- _What the task requires_:
Every record here should be printed again exactly.

Collected data:
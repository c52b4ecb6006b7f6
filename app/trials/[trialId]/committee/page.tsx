import type { Metadata } from "next";
import Link from "next/link";
import { authorizePage, allows } from "@/lib/auth";
import { parseId } from "@/lib/route-params";
import { fetchCommittee, isVoting, quorumInForce } from "@/db/queries/committee";
import { fetchMeetings } from "@/db/queries/meetings";
import { fetchMemberships } from "@/db/queries/memberships";
import { fetchLockedDesign } from "@/db/queries/designs";
import { ROLE_LABELS } from "@/lib/auth/permissions";
import { COMMITTEE_ROLE_LABELS } from "@/lib/committee/schemas";
import { formatMeetingTime } from "@/lib/packets/meeting-time";
import { Card } from "@/components/ui/card";
import { Badge } from "@/components/ui/badge";
import { CommitteeForm } from "@/components/committee/committee-form";
import { addCommitteeMemberAction, changeCommitteeChairAction, setCharterQuorumAction } from "./actions";
import { fetchDesignVersions } from "@/db/queries/open-status";

export const metadata: Metadata = { title: "Data monitoring committee" };

/** The trial's DMC (open to everyone on the trial): members, chair, quorum, and each meeting's committee pages. */
export default async function CommitteePage({ params }: { params: Promise<{ trialId: string }> }) {
  const trialId = parseId((await params).trialId);
  const { trial, principal, unblinded, reader } = await authorizePage(trialId, "viewOpen");
  const manage = allows(principal, "manageCommittee");
  const editDesign = allows(principal, "editDesign");
  const [committee, meetings, charter, memberships, versions] = await Promise.all([
    fetchCommittee(trial.id),
    fetchMeetings(trial.id),
    fetchLockedDesign(trial.id, reader),
    manage ? fetchMemberships({ trialId: trial.id }) : Promise.resolve([]),
    fetchDesignVersions(trial.id, reader),
  ]);
  const draft = versions.find((v) => v.status === "draft");
  const voting = committee.filter(isVoting);
  const charterQuorum = charter?.dmc_quorum ?? null;
  const seated = new Set(committee.map((m) => m.userId));
  const candidates = memberships.filter((m) => !seated.has(m.userId) && (m.role === "dmc_member" || m.role === "unblinded_statistician"));
  return (
    <div className="flex flex-col gap-4">
      <Card title="Data monitoring committee">
        {committee.length === 0 ? (
          <p className="text-sm text-stone-600">No committee is set up for this trial: a DMC member records the recommendation alone.</p>
        ) : (
          <>
            <table className="cairn-table" aria-label="Committee members">
              <thead><tr><th>Member</th><th>Place</th></tr></thead>
              <tbody>
                {committee.map((m) => (
                  <tr key={m.id} data-testid="committee-member">
                    <td>{m.name}</td>
                    <td>{m.role === "chair" ? <Badge tone="teal">{COMMITTEE_ROLE_LABELS.chair}</Badge> : COMMITTEE_ROLE_LABELS[m.role]}</td>
                  </tr>
                ))}
              </tbody>
            </table>
            <p className="mt-2 text-sm" data-testid="committee-quorum">
              Quorum: {quorumInForce(charterQuorum, voting.length)} voting members present in the closed session
              {charterQuorum === null ? " (a majority of the voting members: the charter version sets no quorum)" : ` (charter, design version ${charter?.version})`}. {voting.length} voting members.
            </p>
          </>
        )}
      </Card>

      {editDesign ? (
        <Card title="Quorum in the charter">
          {draft ? (
            <CommitteeForm
              action={setCharterQuorumAction}
              label="Quorum in the draft design"
              hidden={{ trialId: trial.id }}
              fields={[{ kind: "select", name: "quorum", label: `Voting members present needed (written into draft design version ${draft.version})`, options: Array.from({ length: 12 }, (_, i) => ({ value: i + 1, label: String(i + 1) })) }]}
              submit="Write the quorum into the draft"
              pendingLabel="Saving…"
              variant="secondary"
            />
          ) : (
            <p className="text-sm text-stone-600">The quorum is part of the charter. To change it, start an amendment on the Design page (a new draft version), set the quorum here, then lock the amendment.</p>
          )}
        </Card>
      ) : null}

      {manage ? (
        <div className="grid gap-4 md:grid-cols-2">
          <Card title="Seat a member">
            <CommitteeForm
              action={addCommitteeMemberAction}
              label="Seat a committee member"
              hidden={{ trialId: trial.id }}
              fields={[
                { kind: "select", name: "userId", label: "Person (a DMC member or the unblinded statistician of this trial)", options: candidates.map((m) => ({ value: m.userId, label: `${m.userName} (${ROLE_LABELS[m.role]})` })) },
                { kind: "select", name: "role", label: "Place on the committee", options: Object.entries(COMMITTEE_ROLE_LABELS).map(([value, label]) => ({ value, label })) },
              ]}
              submit="Seat on the committee"
              pendingLabel="Saving…"
            />
          </Card>
          <Card title="Change the chair">
            <p className="mb-2 text-sm text-stone-600">A trial has one chair. The former chair stays a voting member; the change is audited.</p>
            <CommitteeForm
              action={changeCommitteeChairAction}
              label="Change the chair"
              hidden={{ trialId: trial.id }}
              fields={[{ kind: "select", name: "memberId", label: "New chair", options: voting.filter((m) => m.role !== "chair").map((m) => ({ value: m.id, label: m.name })) }]}
              submit="Make chair"
              pendingLabel="Saving…"
              variant="secondary"
            />
          </Card>
        </div>
      ) : null}

      <Card title="Meetings">
        {meetings.length === 0 ? <p className="text-sm text-stone-600">No meeting has been scheduled.</p> : null}
        <ul className="flex flex-col gap-2 text-sm" aria-label="Committee meetings">
          {meetings.map((m) => (
            <li key={m.id}>
              Look {m.lookNumber} · {formatMeetingTime(new Date(m.scheduled_at), m.time_zone)} · <Badge>{m.status}</Badge>{" "}
              <Link href={`/trials/${trial.id}/meetings/${m.id}/committee`}>Sessions, declarations, minutes and letter</Link>
              {unblinded ? (
                <>
                  {" · "}
                  <Link href={`/trials/${trial.id}/meetings/${m.id}/closed-session`}>Closed session</Link>
                </>
              ) : null}
            </li>
          ))}
        </ul>
      </Card>
    </div>
  );
}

- _Exercise answer_:
repository c52b4ecb6006b7f6
filename app/trials/[trialId]/committee/page.tsx
import type { Metadata } from "next";
import Link from "next/link";
import { authorizePage, allows } from "@/lib/auth";
import { parseId } from "@/lib/route-params";
import { fetchCommittee, isVoting, quorumInForce } from "@/db/queries/committee";
import { fetchMeetings } from "@/db/queries/meetings";
import { fetchMemberships } from "@/db/queries/memberships";
import { fetchLockedDesign } from "@/db/queries/designs";
import { ROLE_LABELS } from "@/lib/auth/permissions";
import { COMMITTEE_ROLE_LABELS } from "@/lib/committee/schemas";
import { formatMeetingTime } from "@/lib/packets/meeting-time";
import { Card } from "@/components/ui/card";
import { Badge } from "@/components/ui/badge";
import { CommitteeForm } from "@/components/committee/committee-form";
import { addCommitteeMemberAction, changeCommitteeChairAction, setCharterQuorumAction } from "./actions";
import { fetchDesignVersions } from "@/db/queries/open-status";

export const metadata: Metadata = { title: "Data monitoring committee" };

/** The trial's DMC (open to everyone on the trial): members, chair, quorum, and each meeting's committee pages. */
export default async function CommitteePage({ params }: { params: Promise<{ trialId: string }> }) {
  const trialId = parseId((await params).trialId);
  const { trial, principal, unblinded, reader } = await authorizePage(trialId, "viewOpen");
  const manage = allows(principal, "manageCommittee");
  const editDesign = allows(principal, "editDesign");
  const [committee, meetings, charter, memberships, versions] = await Promise.all([
    fetchCommittee(trial.id),
    fetchMeetings(trial.id),
    fetchLockedDesign(trial.id, reader),
    manage ? fetchMemberships({ trialId: trial.id }) : Promise.resolve([]),
    fetchDesignVersions(trial.id, reader),
  ]);
  const draft = versions.find((v) => v.status === "draft");
  const voting = committee.filter(isVoting);
  const charterQuorum = charter?.dmc_quorum ?? null;
  const seated = new Set(committee.map((m) => m.userId));
  const candidates = memberships.filter((m) => !seated.has(m.userId) && (m.role === "dmc_member" || m.role === "unblinded_statistician"));
  return (
    <div className="flex flex-col gap-4">
      <Card title="Data monitoring committee">
        {committee.length === 0 ? (
          <p className="text-sm text-stone-600">No committee is set up for this trial: a DMC member records the recommendation alone.</p>
        ) : (
          <>
            <table className="cairn-table" aria-label="Committee members">
              <thead><tr><th>Member</th><th>Place</th></tr></thead>
              <tbody>
                {committee.map((m) => (
                  <tr key={m.id} data-testid="committee-member">
                    <td>{m.name}</td>
                    <td>{m.role === "chair" ? <Badge tone="teal">{COMMITTEE_ROLE_LABELS.chair}</Badge> : COMMITTEE_ROLE_LABELS[m.role]}</td>
                  </tr>
                ))}
              </tbody>
            </table>
            <p className="mt-2 text-sm" data-testid="committee-quorum">
              Quorum: {quorumInForce(charterQuorum, voting.length)} voting members present in the closed session
              {charterQuorum === null ? " (a majority of the voting members: the charter version sets no quorum)" : ` (charter, design version ${charter?.version})`}. {voting.length} voting members.
            </p>
          </>
        )}
      </Card>

      {editDesign ? (
        <Card title="Quorum in the charter">
          {draft ? (
            <CommitteeForm
              action={setCharterQuorumAction}
              label="Quorum in the draft design"
              hidden={{ trialId: trial.id }}
              fields={[{ kind: "select", name: "quorum", label: `Voting members present needed (written into draft design version ${draft.version})`, options: Array.from({ length: 12 }, (_, i) => ({ value: i + 1, label: String(i + 1) })) }]}
              submit="Write the quorum into the draft"
              pendingLabel="Saving…"
              variant="secondary"
            />
          ) : (
            <p className="text-sm text-stone-600">The quorum is part of the charter. To change it, start an amendment on the Design page (a new draft version), set the quorum here, then lock the amendment.</p>
          )}
        </Card>
      ) : null}

      {manage ? (
        <div className="grid gap-4 md:grid-cols-2">
          <Card title="Seat a member">
            <CommitteeForm
              action={addCommitteeMemberAction}
              label="Seat a committee member"
              hidden={{ trialId: trial.id }}
              fields={[
                { kind: "select", name: "userId", label: "Person (a DMC member or the unblinded statistician of this trial)", options: candidates.map((m) => ({ value: m.userId, label: `${m.userName} (${ROLE_LABELS[m.role]})` })) },
                { kind: "select", name: "role", label: "Place on the committee", options: Object.entries(COMMITTEE_ROLE_LABELS).map(([value, label]) => ({ value, label })) },
              ]}
              submit="Seat on the committee"
              pendingLabel="Saving…"
            />
          </Card>
          <Card title="Change the chair">
            <p className="mb-2 text-sm text-stone-600">A trial has one chair. The former chair stays a voting member; the change is audited.</p>
            <CommitteeForm
              action={changeCommitteeChairAction}
              label="Change the chair"
              hidden={{ trialId: trial.id }}
              fields={[{ kind: "select", name: "memberId", label: "New chair", options: voting.filter((m) => m.role !== "chair").map((m) => ({ value: m.id, label: m.name })) }]}
              submit="Make chair"
              pendingLabel="Saving…"
              variant="secondary"
            />
          </Card>
        </div>
      ) : null}

      <Card title="Meetings">
        {meetings.length === 0 ? <p className="text-sm text-stone-600">No meeting has been scheduled.</p> : null}
        <ul className="flex flex-col gap-2 text-sm" aria-label="Committee meetings">
          {meetings.map((m) => (
            <li key={m.id}>
              Look {m.lookNumber} · {formatMeetingTime(new Date(m.scheduled_at), m.time_zone)} · <Badge>{m.status}</Badge>{" "}
              <Link href={`/trials/${trial.id}/meetings/${m.id}/committee`}>Sessions, declarations, minutes and letter</Link>
              {unblinded ? (
                <>
                  {" · "}
                  <Link href={`/trials/${trial.id}/meetings/${m.id}/closed-session`}>Closed session</Link>
                </>
              ) : null}
            </li>
          ))}
        </ul>
      </Card>
    </div>
  );
}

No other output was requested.